Als ich zu ihr herantrat, erkannte ich sie als eine der Wäscherinnen unserer Armee. Ich fragte sie, was sie da mache, und wohin die Armee gezogen sei. Sie sprach: „Ich weiß nichts von der Armee; ich koche meinem Manne sein Abendessen und erwarte, daß er jede Minute nach Hause kommt; sehen Sie, was für eine Menge Sachen ich für ihn geholt habe.“ Dabei deutete sie auf einen gewaltigen Haufen Teppiche, Tornister und Feldflaschen, die sie gesammelt und über die sie sich selbst als Schildwache eingesetzt hatte. Ich fand bald aus, daß das arme Geschöpf wahnsinnig geworden war. Die schrecklichen Auftritte der Schlacht hatten ihren Geist gebrochen, und alle meine Bemühungen, sie zum Mitgehen zu bewegen, waren vergeblich. Ich hatte keine Zeit zu verlieren, denn ich war jetzt überzeugt, daß unsere Armee wirklich abgezogen war.

Ich ging abermals auf Centreville zu. Ich war nur wenige Schritte gegangen, als ich den Tritt von Pferden vernahm. Ich hielt still, und als ich nach dem Lagerfeuer, das ich eben verlassen hatte, hinblickte, sah ich eine Abtheilung Cavalerie zu der Frau, die noch immer dort saß, hinreiten. Zum Glück hatte ich kein Pferd, das ein Geräusch machen oder die Aufmerksamkeit auf sich ziehen konnte; denn ich hatte das meinige bei dem Hospital gelassen, mit der Absicht bald dahin zurückzukehren. Ich war davon überzeugt, daß es feindliche Cavalerie sei, was ich sah, und daß ich mich womöglich außer Sicht halten müsse, bis dieselbe abgezogen sein werde. Zum Glück war ich in der Nähe eines Zaunes, an welchem große Haufen Reisholz aufgeschichtet waren, und da die Nacht sehr finster wurde und es zu regnen anfing, so dachte ich, ich könnte mindestens bis zum nächsten Morgen unentdeckt bleiben. Mein Argwohn, daß das wahnsinnige Weib ihnen meine Anwesenheit und Richtung, die ich eingeschlagen, verrathen haben möchte, erwies sich als richtig. Sie kamen auf mich zu, und ich beschloß, unter einen jener Reisighaufen zu kriechen, was ich that; kaum war ich darunter verborgen, so kamen sie heran und blieben an dem nämlichen Haufen stehen, in welchem ich versteckt war.

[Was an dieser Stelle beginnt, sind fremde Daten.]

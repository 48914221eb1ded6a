import { existsSync, readFileSync } from 'node:fs';

/** Where the app under test is served (scripts/test.sh starts it). */
export const BASE_URL = process.env.KF_BASE_URL ?? 'http://127.0.0.1:3100';
export const MAIL_OUTBOX_URL = process.env.MAIL_OUTBOX_URL ?? 'http://127.0.0.1:2581';

/** What the app under test has written to its log so far (scripts/test.sh keeps it per test slot). */
export function appLog(): string {
  const slot = process.env.KF_TEST_SLOT ?? '0';
  const file = `.data/logs/test-app${slot === '0' ? '' : `-${slot}`}.log`;
  if (!existsSync(file)) throw new Error(`the app's log is not at ${file}`);
  return readFileSync(file, 'utf8');
}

Einer der Rebellen sprach: „Sieh hier, altes Weib, weißt du es auch gewiß, daß sie es uns sagen kann, wenn wir sie finden?“ „O, ja, sie kann es euch sagen, ich weiß es gewiß,“ war die Antwort der Wahnsinnigen. Sie gingen darauf eine kleine Strecke fort und kamen dann wieder; endlich beschuldigten sie das Weib, daß es sie betrogen habe; sie fluchten und drohten, sie zu erschießen, und sie begann zu weinen. Schließlich gaben sie die Jagd auf mich als hoffnungslos auf und ritten fort, indem sie das Weib mitnahmen, und ich blieb in einer vollkommenen Ungewißheit des Geheimnisses, das sie von mir enträthselt zu haben wünschten, und zum ersten Male in meinem Leben freute ich mich, daß meine „Neugierde“ nicht befriedigt wurde. – Ich blieb dort, bis der Wiederhall der Tritte ihrer Pferde in der Ferne erstorben war; darauf kroch ich sehr vorsichtig hervor und gelangte nach Centreville, wo die angenehme Nachricht meiner wartete, daß Mr. und Mrs. B. fort waren und mein Pferd mitgenommen hatten, in der Meinung, daß ich gefangen genommen worden sei.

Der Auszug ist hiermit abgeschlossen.